» **What is required**: Output each record in full, exactly as it stands.

[Stored dataset items]

'''

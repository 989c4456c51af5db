/**
 * A finite-burn plan in the console (real headless Chromium): the demo flyby retargeted with a 1 N engine
 * and a finite TCM-1 shows the burn's command row (ignition, duration, direction, masses, loss) under the
 * burn table and its thrust arc on the trajectory plot. Expected values come from the plan the API returns.
 */
import { readFileSync } from 'node:fs';
import { resolve } from 'node:path';
import type { Page } from 'playwright-core';
import { afterAll, beforeAll, describe, expect, it } from 'vitest';
import { startService, waitForJob, type TestService } from '../harness/service.ts';
import { submission } from '../queue/fixtures.ts';
import { launchChromium, type TestBrowser } from './browser.ts';
import { buildConsole } from './build-console.ts';

const ROOT = resolve(import.meta.dirname, '../..');
let svc: TestService;
let browser: TestBrowser;
let page: Page;
let planId = '';
let finite: { durationS: number; finiteBurnLossMS: number; start: { tdb: string } };

beforeAll(async () => {
  buildConsole();
  svc = await startService();
  await svc.startWorkerInProcess({ concurrency: 1 });
  const demo = JSON.parse(readFileSync(resolve(ROOT, 'examples/flyby-demo.json'), 'utf8'));
  demo.dispersion.samples = 0;
  demo.spacecraft.engine.thrustN = 1;
  demo.burns[0].model = 'finite';
  const submitted = await svc.request('POST', '/v1/jobs', { token: svc.tokens.submitter, body: submission(demo) });
  const done = await waitForJob(svc, submitted.body.jobId, (s) => s.state === 'completed' || s.state === 'failed', 240_000);
  expect(done.state).toBe('completed');
  planId = done.result.planId;
  const plan = (await svc.request('GET', `/v1/plans/${planId}`, { token: svc.tokens.reviewer })).body.plan;
  finite = plan.burns[0].finite;
  browser = await launchChromium();
  page = await browser.context.newPage();
  await page.goto(`${svc.url}/console/`);
  await page.getByLabel('Access token').fill(svc.tokens.reviewer);
  await page.getByRole('button', { name: 'Sign in' }).click();
  await page.waitForURL(/#\/jobs$/);
}, 300_000);

afterAll(async () => {
  await browser?.close();
  await svc?.close();
});

describe('the console on a finite-burn plan', () => {
  describe('when the plan review opens', () => {
    it('should show the finite burn row with the plan JSON numbers and its arc on the plot', async () => {
      await page.goto(`${svc.url}/console/#/plans/${planId}`);
      const row = page.getByTestId('finite-burn-row');
      await row.waitFor();
      // The console groups digits with a thin space (3 528.281); compare without the grouping.
      const text = (await row.innerText()).replace(/(\d)\s(?=\d)/gu, '$1');
      expect(text).toContain(`duration ${finite.durationS.toFixed(3)} s`);
      const loss = /finite-burn loss (-?[\d.]+) m\/s/u.exec(text);
      expect(Math.abs(Number(loss?.[1]) - finite.finiteBurnLossMS)).toBeLessThan(5e-5); // printed to 0.1 mm/s
      expect(text).toContain(finite.start.tdb.replace(' TDB', ''));
      await expect(page.getByTestId('burn-arc').count()).resolves.toBeGreaterThan(0);
    });
  });
});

'''

» **Written answer**:
repository 989c4456c51af5db
/**
 * A finite-burn plan in the console (real headless Chromium): the demo flyby retargeted with a 1 N engine
 * and a finite TCM-1 shows the burn's command row (ignition, duration, direction, masses, loss) under the
 * burn table and its thrust arc on the trajectory plot. Expected values come from the plan the API returns.
 */
import { readFileSync } from 'node:fs';
import { resolve } from 'node:path';
import type { Page } from 'playwright-core';
import { afterAll, beforeAll, describe, expect, it } from 'vitest';
import { startService, waitForJob, type TestService } from '../harness/service.ts';
import { submission } from '../queue/fixtures.ts';
import { launchChromium, type TestBrowser } from './browser.ts';
import { buildConsole } from './build-console.ts';

const ROOT = resolve(import.meta.dirname, '../..');
let svc: TestService;
let browser: TestBrowser;
let page: Page;
let planId = '';
let finite: { durationS: number; finiteBurnLossMS: number; start: { tdb: string } };

beforeAll(async () => {
  buildConsole();
  svc = await startService();
  await svc.startWorkerInProcess({ concurrency: 1 });
  const demo = JSON.parse(readFileSync(resolve(ROOT, 'examples/flyby-demo.json'), 'utf8'));
  demo.dispersion.samples = 0;
  demo.spacecraft.engine.thrustN = 1;
  demo.burns[0].model = 'finite';
  const submitted = await svc.request('POST', '/v1/jobs', { token: svc.tokens.submitter, body: submission(demo) });
  const done = await waitForJob(svc, submitted.body.jobId, (s) => s.state === 'completed' || s.state === 'failed', 240_000);
  expect(done.state).toBe('completed');
  planId = done.result.planId;
  const plan = (await svc.request('GET', `/v1/plans/${planId}`, { token: svc.tokens.reviewer })).body.plan;
  finite = plan.burns[0].finite;
  browser = await launchChromium();
  page = await browser.context.newPage();
  await page.goto(`${svc.url}/console/`);
  await page.getByLabel('Access token').fill(svc.tokens.reviewer);
  await page.getByRole('button', { name: 'Sign in' }).click();
  await page.waitForURL(/#\/jobs$/);
}, 300_000);

afterAll(async () => {
  await browser?.close();
  await svc?.close();
});

describe('the console on a finite-burn plan', () => {
  describe('when the plan review opens', () => {
    it('should show the finite burn row with the plan JSON numbers and its arc on the plot', async () => {
      await page.goto(`${svc.url}/console/#/plans/${planId}`);
      const row = page.getByTestId('finite-burn-row');
      await row.waitFor();
      // The console groups digits with a thin space (3 528.281); compare without the grouping.
      const text = (await row.innerText()).replace(/(\d)\s(?=\d)/gu, '$1');
      expect(text).toContain(`duration ${finite.durationS.toFixed(3)} s`);
      const loss = /finite-burn loss (-?[\d.]+) m\/s/u.exec(text);
      expect(Math.abs(Number(loss?.[1]) - finite.finiteBurnLossMS)).toBeLessThan(5e-5); // printed to 0.1 mm/s
      expect(text).toContain(finite.start.tdb.replace(' TDB', ''));
      await expect(page.getByTestId('burn-arc').count()).resolves.toBeGreaterThan(0);
    });
  });
});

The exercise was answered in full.